Just as faith without works are dead, so are our actions without the mindful intentions behind them. Everything we do, from our morning coffee to our summertime walks to the love we give, is driven by our wants and our needs. Some of these things are more conscious, while some stem from a deep subconscious thinking that we may or may not be aware of. Nevertheless, all of our choices are driven by our intentions. And the more we are aware of the layers of our intentions, the more purposeful we can be when it comes to how we travel on our spiritual path.
Intentions set the tone for everything, from our interpersonal relationships to the work we choose to do. When we’re intentional, it allows for our actions to be driven and motivated by something bigger and broader than our habits. Our habits become the unconscious ways we move about in the world. We all have our routines, the things we lean on to not only get us through both the good and bad days, but the things we lean into when we are triggered, when our trauma is front and center, and when we are not present in the moment of what is true. If we are not aware of our intentions, our habitual mind—the mind that is on autopilot— affects not only ourselves and those close to us but even those we have little or no contact with. We run the risk of going through life perpetually confused.

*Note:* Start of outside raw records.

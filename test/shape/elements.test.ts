import { describe, expect, it } from "vitest";
import { type Deck, deckTriad, type Habitat, heightAbove, type Ladder, type Workstation } from "../../src/layout/habitat.ts";
import {
	type Capsule,
	elementBodies,
	ladderParts,
	type Primitive,
	rungHeights,
	WORKSTATION,
	workstationParts,
} from "../../src/layout/solid.ts";
import { elementShapes } from "../../src/shape/elements.ts";
import { ladderShape } from "../../src/shape/elements-ladder.ts";
import { objectShape } from "../../src/shape/elements-object.ts";
import { contactShadow } from "../../src/shape/elements-shadow.ts";
import { workstationShape } from "../../src/shape/elements-workstation.ts";
import { type StageFrame, stageFrame } from "../../src/shape/stage-frame.ts";
import { dot, length, type RingVec, sub } from "../../src/vector/vec3.ts";
import { crossed, dotted, lines, meshes, minus, normalAt, positionAt, ringAt, shipped, size, triangles, vertexCount } from "./probe.ts";
import { manyOpenings, wholeRings } from "./test-bays.ts";

const habitats: readonly (readonly [string, Habitat])[] = [
	["larkspur", shipped("larkspur")],
	["twin-arm", shipped("twin-arm")],
	["great-ring", shipped("great-ring")],
	["many openings", manyOpenings()],
	["whole rings", wholeRings()],
];

/** Distance from a primitive's surface, m, negative inside. */
function distance(p: Primitive, x: RingVec): number {
	if (p.kind === "capsule") {
		const d = sub(p.b, p.a);
		const k = Math.min(1, Math.max(0, dot(sub(x, p.a), d) / dot(d, d)));
		return length(sub(x, [p.a[0] + k * d[0], p.a[1] + k * d[1], p.a[2] + k * d[2]] as unknown as RingVec)) - p.radius;
	}
	const q = p.axes.map((axis, i) => Math.abs(dot(sub(x, p.centre), axis)) - (p.half[i] as number));
	const outside = Math.hypot(...q.map((v) => Math.max(0, v)));
	return outside > 0 ? outside : Math.max(...q);
}

const deckOf = (habitat: Habitat, e: Ladder | Workstation): Deck => habitat.decks[e.deck] as Deck;
const frameAt = (habitat: Habitat, e: Ladder | Workstation): StageFrame => stageFrame(deckOf(habitat, e), e.angle, e.axial);

describe.each(habitats)("elements: %s", (_name, habitat) => {
	const elements: readonly (readonly [Ladder | Workstation, StageFrame, ReturnType<typeof ladderShape>])[] = [
		...habitat.ladders.map((l) => [l, frameAt(habitat, l), ladderShape(l, frameAt(habitat, l))] as const),
		...habitat.workstations.map((w) => [w, frameAt(habitat, w), workstationShape(habitat, w, frameAt(habitat, w))] as const),
	];

	it("every drawn vertex lies within 1 cm of the body that things strike, or inside it", () => {
		expect(elements.length).toBeGreaterThan(0);
		const bodies = elementBodies(habitat);
		expect(bodies.map((b) => b.id)).toEqual(elements.map(([e]) => e.id));
		for (const [e, frame, drawn] of elements) {
			const body = bodies.find((b) => b.id === e.id) as (typeof bodies)[number];
			let worst = Number.NEGATIVE_INFINITY;
			for (const m of meshes(drawn))
				for (let i = 0; i < vertexCount(m); i++)
					worst = Math.max(worst, Math.min(...body.primitives.map((p) => distance(p, ringAt(frame, m, i)))));
			expect(worst, e.id).toBeLessThan(0.01);
		}
	});

	it("every body is drawn: some vertex lies on the surface of each", () => {
		const bodies = elementBodies(habitat);
		for (const [e, frame, drawn] of elements)
			for (const p of bodies.find((b) => b.id === e.id)?.primitives ?? []) {
				let nearest = Number.POSITIVE_INFINITY;
				for (const m of meshes(drawn).filter((d) => d.side === "front"))
					for (let i = 0; i < vertexCount(m); i++) nearest = Math.min(nearest, Math.abs(distance(p, ringAt(frame, m, i))));
				expect(nearest, `${e.id}, ${p.kind}`).toBeLessThan(1e-3);
			}
	});

	it("normals are unit, winding agrees, and nothing but a foot's edge goes below the deck", () => {
		for (const [e, frame, drawn] of elements)
			for (const m of meshes(drawn).filter((d) => d.side === "front")) {
				let agree = 1;
				let unit = 0;
				let lowest = Number.POSITIVE_INFINITY;
				for (const [a, b, c, i] of triangles(m)) {
					const n = crossed(minus(b, a), minus(c, a));
					if (size(n) > 1e-9) agree = Math.min(agree, dotted(n, normalAt(m, i)) / size(n));
				}
				for (let i = 0; i < vertexCount(m); i++) {
					unit = Math.max(unit, Math.abs(size(normalAt(m, i)) - 1));
					lowest = Math.min(lowest, heightAbove(deckOf(habitat, e), ringAt(frame, m, i)));
				}
				expect(agree, m.name).toBeGreaterThan(0.5);
				expect(unit, m.name).toBeLessThan(1e-5);
				/** Flat feet dip into a floor that rises to both sides: half a width squared over twice the radius. */
				const dip = deckOf(habitat, e).floor === "curved" ? 0.7 ** 2 / 2 / deckOf(habitat, e).radius : 0.06;
				expect(lowest, m.name).toBeGreaterThan(-dip - 0.001);
			}
	});
});

describe("ladder", () => {
	it("rungs stand at every spacing from the foot, 13 on the demo's, the last at its head", () => {
		const ladder = shipped("larkspur").ladders[0] as Ladder;
		const heights = rungHeights(ladder);
		expect(heights).toHaveLength(13);
		expect(heights[0]).toBeCloseTo(0.3, 12);
		expect(heights[12]).toBeCloseTo(3.9, 12);
		const { rungs } = ladderParts(ladder);
		for (const [i, rung] of rungs.entries())
			expect(Math.hypot((rung.a[0] + rung.b[0]) / 2, (rung.a[1] + rung.b[1]) / 2)).toBeCloseTo(34 - (heights[i] as number), 9);
	});

	it("its width is clear between the rails, across the way the climber looks", () => {
		for (const facing of [0, 0.7, Math.PI / 2, 4]) {
			const ladder = { ...(shipped("larkspur").ladders[0] as Ladder), facing };
			const [left, right] = ladderParts(ladder).rails as unknown as readonly [Capsule, Capsule];
			const apart = sub(right.a, left.a);
			expect(length(apart) - left.radius - right.radius).toBeCloseTo(ladder.width, 12);
			const { prograde, axial } = deckTriad(shipped("larkspur").decks[0] as Deck, ladder.angle);
			const ahead = [0, 1, 2].map(
				(k) => Math.cos(facing) * (prograde[k] as number) + Math.sin(facing) * (axial[k] as number),
			) as unknown as RingVec;
			expect(Math.abs(dot(apart, ahead))).toBeLessThan(1e-12);
		}
	});
});

describe("workstation", () => {
	it("the console stands ahead of the place and the seat behind it, at their heights", () => {
		for (const facing of [0, 1, Math.PI / 2, Math.PI, 5]) {
			const habitat = shipped("larkspur");
			const w = { ...(habitat.workstations[0] as Workstation), facing };
			const parts = workstationParts(habitat, w);
			const deck = habitat.decks[w.deck] as Deck;
			/** Along the floor, from the place, the way one faces. */
			const ahead = (p: RingVec): number =>
				Math.cos(facing) * deck.radius * (Math.atan2(p[1], p[0]) - w.angle) + Math.sin(facing) * (p[2] - w.axial);
			expect(ahead(parts.top.centre)).toBeCloseTo(WORKSTATION.reach + WORKSTATION.topDepth / 2, 9);
			expect(ahead(parts.seat.centre)).toBeCloseTo(-WORKSTATION.seatBehind, 9);
			expect(heightAbove(deck, parts.top.centre) + parts.top.half[1]).toBeCloseTo(0.74, 9);
			expect(heightAbove(deck, parts.seat.centre) + parts.seat.half[1]).toBeCloseTo(0.45, 9);
			for (const box of [parts.top, parts.screen, parts.seat]) {
				const [a, b, c] = box.axes;
				expect([dot(a, b), dot(b, c), dot(a, c), length(a) - 1, length(b) - 1, length(c) - 1].every((x) => Math.abs(x) < 1e-12)).toBe(true);
			}
		}
	});

	it("on a deck that is not there is refused", () => {
		const habitat = shipped("larkspur");
		expect(() => workstationParts(habitat, { ...(habitat.workstations[0] as Workstation), deck: 9 })).toThrow("desk-a stands on deck 9");
	});
});

describe("what a station sees", () => {
	it("draws the elements of built decks only, each with its shadow", () => {
		const habitat = shipped("larkspur");
		const drawn = elementShapes(habitat, stageFrame(habitat.decks[0] as Deck, 0, 0));
		expect(new Set(drawn.map((d) => d.name))).toEqual(
			new Set([
				"shadow:lower",
				"ladder:ladder-a:hull",
				"ladder:ladder-a",
				"workstation:desk-a",
				"workstation:desk-a:post:hull",
				"workstation:desk-a:post",
				"workstation:desk-a:edges",
			]),
		);
		const far = shipped("twin-arm");
		const arm = far.decks.find((d) => d.id === "workshop") as Deck;
		const seen = elementShapes(far, stageFrame(arm, arm.middle, 0)).map((d) => d.name.split(":")[1]);
		for (const e of [...far.ladders, ...far.workstations]) expect(seen.includes(e.id), e.id).toBe(e.deck === arm.index);
	});
});

describe("contact shadow", () => {
	it.each(["curved", "flat"])("lies on a %s deck, turned by its heading, as a decal", (floor) => {
		const habitat = manyOpenings();
		const deck = habitat.decks.find((d) => d.id === floor) as Deck;
		const frame = stageFrame(deck, deck.middle + 0.02, 0.1);
		const shadow = contactShadow(frame, deck, deck.middle + 0.02, 0.1, 0.6, 0.2, Math.PI / 2);
		expect(shadow.decal && shadow.opacity < 0.1 && !shadow.lit).toBe(true);
		const at = Array.from({ length: vertexCount(shadow) }, (_, i) => positionAt(shadow, i));
		expect(Math.max(...at.map((p) => Math.abs(p[0])))).toBeCloseTo(0.2, 3);
		expect(Math.max(...at.map((p) => Math.abs(p[2])))).toBeCloseTo(0.6, 3);
		for (let i = 0; i < vertexCount(shadow); i++) expect(Math.abs(heightAbove(deck, ringAt(frame, shadow, i)) - 0.0015)).toBeLessThan(1e-5);
	});
});

describe("object", () => {
	it.each([0.02, 0.06, 0.5])("of %f m is a sphere of that diameter about its centre, with an ink edge outside it", (diameter) => {
		const [hull, body, equator] = objectShape(diameter);
		const radii = (m: typeof body): number[] => Array.from({ length: vertexCount(m) }, (_, i) => size(positionAt(m, i)));
		for (const r of radii(body)) expect(r).toBeCloseTo(diameter / 2, 6);
		for (const r of radii(hull)) expect(r).toBeGreaterThan(diameter / 2);
		expect(hull.side).toBe("back");
		expect(lines([equator])).toHaveLength(1);
		expect(equator.position.every((x, i) => i % 3 !== 1 || x === 0)).toBe(true);
	});
});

How we can firmly land on an intention for any given circumstance is to ask ourselves, “what do we want to get out of this situation?” On the surface, that can be anything: money, love, sex, friendship, a job, or an opportunity. But truly, it is never solely what is on the surface. We have to really look and seek what is the deep rooted thing motivating us. Maybe it’s to be loved; maybe it’s to repair a broken friendship; maybe it’s to show that we have value. Whatever that thing is, by observing as a bystander—without judgment, shame or guilt—what our deepest intention is in any given situation, we afford ourselves to show up in a way that aligns with our truth. Accordingly, we also are able to shift that intention if we think it does not align or will elicit the outcome that feels close to our value system.
When we set our intentions, when we are clear about them with ourselves and others, it allows more room for truth, for empathy, for compassion and for love to flourish. The process of getting there takes practice, but in the end the work behind doing so is the kind of growth that leads to our true liberation.